→ WORK ITEM: Repeat the data below with no changes.
◆ ◆ ◆ ◆ ◆
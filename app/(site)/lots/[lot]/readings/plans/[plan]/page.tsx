import type { Metadata } from "next";
import Link from "next/link";
import { LinkButton } from "@/app/_components/button";
import { Card } from "@/app/_components/card";
import { Facts } from "@/app/_components/facts";
import { Notice } from "@/app/_components/notice";
import { stateOf } from "@/app/_components/state/state-of";
import { DataTable } from "@/app/_components/table/data-table";
import { TimeText } from "@/app/_components/time-text";
import { TitleRow } from "@/app/_components/title-row";
import { formatCount } from "@/lib/domain/format/figure";
import { formatDate, formatDuration } from "@/lib/domain/format/time";
import { soakMinutesOf } from "@/lib/domain/run-plan/run-plan";
import { holds, pageContext } from "@/lib/http/page-context";
import type { RunPlanView } from "@/schemas/api/run-plans";
import { FindingsHere } from "../../plan/findings-here";
import { DropPlan } from "./drop-plan";
import { loadPlan, type PlanParams } from "./load-plan";
import { PointsTable } from "./points-table";

export const metadata: Metadata = { title: "Planned run" };

export default async function PlanPage({ params }: PlanParams) {
  const ctx = await pageContext();
  const plan = await loadPlan(ctx, params);
  const isEngineer = holds(ctx, "engineer");
  const lot = `/lots/${encodeURIComponent(plan.lot)}`;
  const here = `${lot}/readings/plans/${plan.id}`;
  return (
    <>
      <TitleRow
        breadcrumb={[
          { name: "Lots", href: "/lots" },
          { name: plan.lot, href: lot },
          { name: "Readings", href: `${lot}/readings` },
          { name: "Planned run" },
        ]}
        title={plan.name}
        state={stateOf("run-plan", plan.state)}
        note={
          <>
            {plan.purpose} run, planned by {plan.createdBy}, <TimeText at={plan.createdAt} />
          </>
        }
        actions={
          plan.state === "dropped" ? undefined : (
            <>
              <LinkButton href={`/api/v1/run-plans/${plan.id}/template`} download>
                Template to fill in, CSV
              </LinkButton>
              <LinkButton href={`${here}/sheet`} look="primary">
                Run sheet
              </LinkButton>
            </>
          )
        }
      />
      <div className="flex flex-col gap-[18px]">
        <PlanStanding plan={plan} isEngineer={isEngineer} />
        <Card title="What it asks for">
          <Facts
            facts={[
              { value: formatCount(plan.deviceCount), label: "devices" },
              { value: formatCount(plan.points.length), label: "points" },
              { value: formatCount(plan.rows), label: "readings" },
              {
                value: formatDuration(soakMinutesOf(plan.points) * 60),
                label: "of soak at least, ways between not counted",
              },
            ]}
          />
          {plan.findings.length > 0 ? (
            <ul className="mt-4 flex flex-col gap-0.5">
              {plan.findings.map((finding) => (
                <li
                  key={`${finding.code}${finding.serial}${finding.point}${finding.message}`}
                  className="flex flex-wrap gap-x-2 text-sm"
                >
                  <PlaceOf finding={finding} />
                  <FindingsHere findings={[finding]} />
                </li>
              ))}
            </ul>
          ) : null}
          {plan.notes ? <p className="mt-4 max-w-[72ch] text-sm whitespace-pre-line">{plan.notes}</p> : null}
        </Card>
        <Card title="Temperatures and loads" note="In working order; unloaded is read first at each">
          <PointsTable points={plan.points} />
        </Card>
        <Card
          title="Devices and their places"
          note={
            plan.sampleDraw ? (
              <>
                Drawn at random, seed <span className="font-mono break-all">{plan.sampleDraw.seed}</span>
              </>
            ) : undefined
          }
        >
          <DataTable
            name={`devices of ${plan.name}`}
            rows={plan.devices}
            rowKey="serial"
            columns={[
              { key: "position", header: "Place", format: { as: "code" } },
              { key: "serial", header: "Serial", format: { as: "link", href: "/trace/{serial}" } },
            ]}
            empty={{ title: "No devices" }}
          />
        </Card>
        <Card title="Equipment">
          <EquipmentList plan={plan} />
        </Card>
        {isEngineer && plan.state === "planned" ? <DropPlan id={plan.id} name={plan.name} /> : null}
      </div>
    </>
  );
}

/** What became of the plan, and what to do next with it. */
function PlanStanding({ plan, isEngineer }: { plan: RunPlanView; isEngineer: boolean }) {
  if (plan.dropped)
    return (
      <Notice tone="info" title="Dropped">
        By {plan.dropped.by}, <TimeText at={plan.dropped.at} />: {plan.dropped.reason}
      </Notice>
    );
  const readings = `/lots/${encodeURIComponent(plan.lot)}/readings`;
  const run = plan.runs.at(-1);
  if (run)
    return (
      <Notice tone="good" title="Read">
        <Link href={`/runs/${run.id}`}>Its readings</Link> were uploaded <TimeText at={run.createdAt} />
        {plan.runs.length > 1 ? `, after ${plan.runs.length - 1} that were replaced` : ""}. What differs from the plan
        stands among the run's findings.
        {isEngineer ? (
          <>
            {" "}
            <Link href={`${readings}?supersedes=${run.id}#upload`}>Replace them with a corrected file</Link>
          </>
        ) : null}
      </Notice>
    );
  return (
    <Notice tone="info" title="Waits for its readings">
      Fill in the template at the chamber, or upload what your reader writes: the columns can be mapped.{" "}
      {isEngineer ? (
        <Link href={`${readings}?plan=${plan.id}#upload`}>Upload readings for this plan</Link>
      ) : (
        "An engineer uploads them."
      )}
    </Notice>
  );
}

function PlaceOf({ finding }: { finding: RunPlanView["findings"][number] }) {
  if (finding.serial !== null) return <span className="font-mono">{finding.serial}</span>;
  if (finding.point !== null) return <span>Point {finding.point}</span>;
  return null;
}

function EquipmentList({ plan }: { plan: RunPlanView }) {
  if (plan.equipment.length === 0) return <p className="text-sm text-ink-soft">None is named.</p>;
  return (
    <ul className="text-sm">
      {plan.equipment.map((one) => (
        <li key={one.code}>
          <span className="font-mono">{one.code}</span>, {one.kind}, certificate {one.certificate}, due{" "}
          {formatDate(one.calibratedUntil)}
        </li>
      ))}
    </ul>
  );
}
◆ ◆ ◆ ◆ ◆
→ RESULT FOR THIS EXERCISE:
filename app/(site)/lots/[lot]/readings/plans/[plan]/page.tsx
import type { Metadata } from "next";
import Link from "next/link";
import { LinkButton } from "@/app/_components/button";
import { Card } from "@/app/_components/card";
import { Facts } from "@/app/_components/facts";
import { Notice } from "@/app/_components/notice";
import { stateOf } from "@/app/_components/state/state-of";
import { DataTable } from "@/app/_components/table/data-table";
import { TimeText } from "@/app/_components/time-text";
import { TitleRow } from "@/app/_components/title-row";
import { formatCount } from "@/lib/domain/format/figure";
import { formatDate, formatDuration } from "@/lib/domain/format/time";
import { soakMinutesOf } from "@/lib/domain/run-plan/run-plan";
import { holds, pageContext } from "@/lib/http/page-context";
import type { RunPlanView } from "@/schemas/api/run-plans";
import { FindingsHere } from "../../plan/findings-here";
import { DropPlan } from "./drop-plan";
import { loadPlan, type PlanParams } from "./load-plan";
import { PointsTable } from "./points-table";

export const metadata: Metadata = { title: "Planned run" };

export default async function PlanPage({ params }: PlanParams) {
  const ctx = await pageContext();
  const plan = await loadPlan(ctx, params);
  const isEngineer = holds(ctx, "engineer");
  const lot = `/lots/${encodeURIComponent(plan.lot)}`;
  const here = `${lot}/readings/plans/${plan.id}`;
  return (
    <>
      <TitleRow
        breadcrumb={[
          { name: "Lots", href: "/lots" },
          { name: plan.lot, href: lot },
          { name: "Readings", href: `${lot}/readings` },
          { name: "Planned run" },
        ]}
        title={plan.name}
        state={stateOf("run-plan", plan.state)}
        note={
          <>
            {plan.purpose} run, planned by {plan.createdBy}, <TimeText at={plan.createdAt} />
          </>
        }
        actions={
          plan.state === "dropped" ? undefined : (
            <>
              <LinkButton href={`/api/v1/run-plans/${plan.id}/template`} download>
                Template to fill in, CSV
              </LinkButton>
              <LinkButton href={`${here}/sheet`} look="primary">
                Run sheet
              </LinkButton>
            </>
          )
        }
      />
      <div className="flex flex-col gap-[18px]">
        <PlanStanding plan={plan} isEngineer={isEngineer} />
        <Card title="What it asks for">
          <Facts
            facts={[
              { value: formatCount(plan.deviceCount), label: "devices" },
              { value: formatCount(plan.points.length), label: "points" },
              { value: formatCount(plan.rows), label: "readings" },
              {
                value: formatDuration(soakMinutesOf(plan.points) * 60),
                label: "of soak at least, ways between not counted",
              },
            ]}
          />
          {plan.findings.length > 0 ? (
            <ul className="mt-4 flex flex-col gap-0.5">
              {plan.findings.map((finding) => (
                <li
                  key={`${finding.code}${finding.serial}${finding.point}${finding.message}`}
                  className="flex flex-wrap gap-x-2 text-sm"
                >
                  <PlaceOf finding={finding} />
                  <FindingsHere findings={[finding]} />
                </li>
              ))}
            </ul>
          ) : null}
          {plan.notes ? <p className="mt-4 max-w-[72ch] text-sm whitespace-pre-line">{plan.notes}</p> : null}
        </Card>
        <Card title="Temperatures and loads" note="In working order; unloaded is read first at each">
          <PointsTable points={plan.points} />
        </Card>
        <Card
          title="Devices and their places"
          note={
            plan.sampleDraw ? (
              <>
                Drawn at random, seed <span className="font-mono break-all">{plan.sampleDraw.seed}</span>
              </>
            ) : undefined
          }
        >
          <DataTable
            name={`devices of ${plan.name}`}
            rows={plan.devices}
            rowKey="serial"
            columns={[
              { key: "position", header: "Place", format: { as: "code" } },
              { key: "serial", header: "Serial", format: { as: "link", href: "/trace/{serial}" } },
            ]}
            empty={{ title: "No devices" }}
          />
        </Card>
        <Card title="Equipment">
          <EquipmentList plan={plan} />
        </Card>
        {isEngineer && plan.state === "planned" ? <DropPlan id={plan.id} name={plan.name} /> : null}
      </div>
    </>
  );
}

/** What became of the plan, and what to do next with it. */
function PlanStanding({ plan, isEngineer }: { plan: RunPlanView; isEngineer: boolean }) {
  if (plan.dropped)
    return (
      <Notice tone="info" title="Dropped">
        By {plan.dropped.by}, <TimeText at={plan.dropped.at} />: {plan.dropped.reason}
      </Notice>
    );
  const readings = `/lots/${encodeURIComponent(plan.lot)}/readings`;
  const run = plan.runs.at(-1);
  if (run)
    return (
      <Notice tone="good" title="Read">
        <Link href={`/runs/${run.id}`}>Its readings</Link> were uploaded <TimeText at={run.createdAt} />
        {plan.runs.length > 1 ? `, after ${plan.runs.length - 1} that were replaced` : ""}. What differs from the plan
        stands among the run's findings.
        {isEngineer ? (
          <>
            {" "}
            <Link href={`${readings}?supersedes=${run.id}#upload`}>Replace them with a corrected file</Link>
          </>
        ) : null}
      </Notice>
    );
  return (
    <Notice tone="info" title="Waits for its readings">
      Fill in the template at the chamber, or upload what your reader writes: the columns can be mapped.{" "}
      {isEngineer ? (
        <Link href={`${readings}?plan=${plan.id}#upload`}>Upload readings for this plan</Link>
      ) : (
        "An engineer uploads them."
      )}
    </Notice>
  );
}

function PlaceOf({ finding }: { finding: RunPlanView["findings"][number] }) {
  if (finding.serial !== null) return <span className="font-mono">{finding.serial}</span>;
  if (finding.point !== null) return <span>Point {finding.point}</span>;
  return null;
}

function EquipmentList({ plan }: { plan: RunPlanView }) {
  if (plan.equipment.length === 0) return <p className="text-sm text-ink-soft">None is named.</p>;
  return (
    <ul className="text-sm">
      {plan.equipment.map((one) => (
        <li key={one.code}>
          <span className="font-mono">{one.code}</span>, {one.kind}, certificate {one.certificate}, due{" "}
          {formatDate(one.calibratedUntil)}
        </li>
      ))}
    </ul>
  );
}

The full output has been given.